# chickens in the winter



## neldarez

My chickens won't come outside since the snow has come so we put this old tarp over part of the run today and then they could have some scratch. They came out!


----------



## UncleJoe

Ours don't seem to mind the snow as long as they can still walk around. I've seen them scratching through the snow looking for whatever they could find. Now if we get 8" they tend to stay inside until I can shovel out a small area for them.


----------



## *Andi

Chickens are a rather hardy critter ... Mine love to play and scratch in the snow ... (no matter the weather.)


----------



## neldarez

*Andi said:


> Chickens are a rather hardy critter ... Mine love to play and scratch in the snow ... (no matter the weather.)

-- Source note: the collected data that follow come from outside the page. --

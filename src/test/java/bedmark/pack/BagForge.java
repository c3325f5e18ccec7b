package bedmark.pack;

import bedmark.json.JsonWriter;
import java.nio.charset.StandardCharsets;
import java.util.Base64;
import java.util.LinkedHashMap;
import java.util.Map;
import java.util.TreeMap;

/** Builds the files of a bag on its own, without the writer; sound unless a test says otherwise. */
final class BagForge {
    static final byte[] PHOTO = Samples.png(2, 2);

    private final DeviceKey key;
    final Map<String, byte[]> payload = new LinkedHashMap<>();
    /** Tag files that the tag manifest lists, but for the manifest itself. */
    final Map<String, byte[]> tags = new LinkedHashMap<>();

    BagForge(DeviceKey key) {
        this.key = key;
        payload.put("data/bundle.json", JsonWriter.indented(Samples.bundle(Map.of("a.png", PHOTO)).document()));
        payload.put("data/photos/a.png", PHOTO);
        tags.put("bagit.txt", text("BagIt-Version: 1.0\nTag-File-Character-Encoding: UTF-8\n"));
    }

    /** All files, with manifests and signature made for what is there now. */
    Map<String, byte[]> files() {
        Map<String, byte[]> files = new LinkedHashMap<>(tags);
        long bytes = payload.values().stream().mapToLong(content -> content.length).sum();
        files.putIfAbsent("bag-info.txt", text("Payload-Oxum: " + bytes + "." + payload.size() + "\n"));
        files.putIfAbsent("manifest-sha256.txt", manifest(payload));
        return signed(files);
    }

    /** The files with a tag manifest over all tag files that are there, signed. */
    Map<String, byte[]> signed(Map<String, byte[]> tagFiles) {
        Map<String, byte[]> files = new LinkedHashMap<>(tagFiles);
        files.put("tagmanifest-sha256.txt", manifest(tagFiles));
        files.put("signature-ed25519.txt", signature(files.get("tagmanifest-sha256.txt")));
        files.put("device-key.txt", key.publicText());
        files.putAll(payload);
        return files;
    }

    byte[] signature(byte[] tagManifest) {
        return text(Base64.getEncoder().encodeToString(key.sign(tagManifest)) + "\n");
    }

    static byte[] manifest(Map<String, byte[]> files) {
        StringBuilder lines = new StringBuilder();
        new TreeMap<>(files).forEach((name, content) ->
                lines.append(Sha256.hex(content)).append("  ").append(name).append('\n'));
        return text(lines.toString());
    }

    static byte[] text(String text) {
        return text.getBytes(StandardCharsets.UTF_8);
    }
}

Our first snow and it was 5 1/2 inches, think it overwhelmed their little chicken brains!! I know it did mine.......


----------



## CrackbottomLouis

Chickens are a nefariously resilient critter. Good thing their carcasses and young taste good fried in butter. Never trust a chicken. Their beady eyes stare into your soul and peck at the spine of your well being! Thats all I have to say bout that.


----------



## AuroraHawk

CrackbottomLouis said:


> Chickens are a nefariously resilient critter. Good thing their carcasses and young taste good fried in butter. Never trust a chicken. Their beady eyes stare into your soul and peck at the spine of your well being! Thats all I have to say bout that.


:gasp:

How did you know?!? I'll stick with rabbits and goats, even alpaca, but someone else will have to take care of the chickens!


----------



## GaryS

If they didn't come out within a day, I'd shovel a small area just outside their door and they quickly began to extend their scratch area out into the snow.


----------



## Freyadog

Thumper always shovels a path to the chicken house and then they can come out or not.


----------



## neldarez

CrackbottomLouis said:


> Chickens are a nefariously resilient critter. Good thing their carcasses and young taste good fried in butter. Never trust a chicken. Their beady eyes stare into your soul and peck at the spine of your well being! Thats all I have to say bout that.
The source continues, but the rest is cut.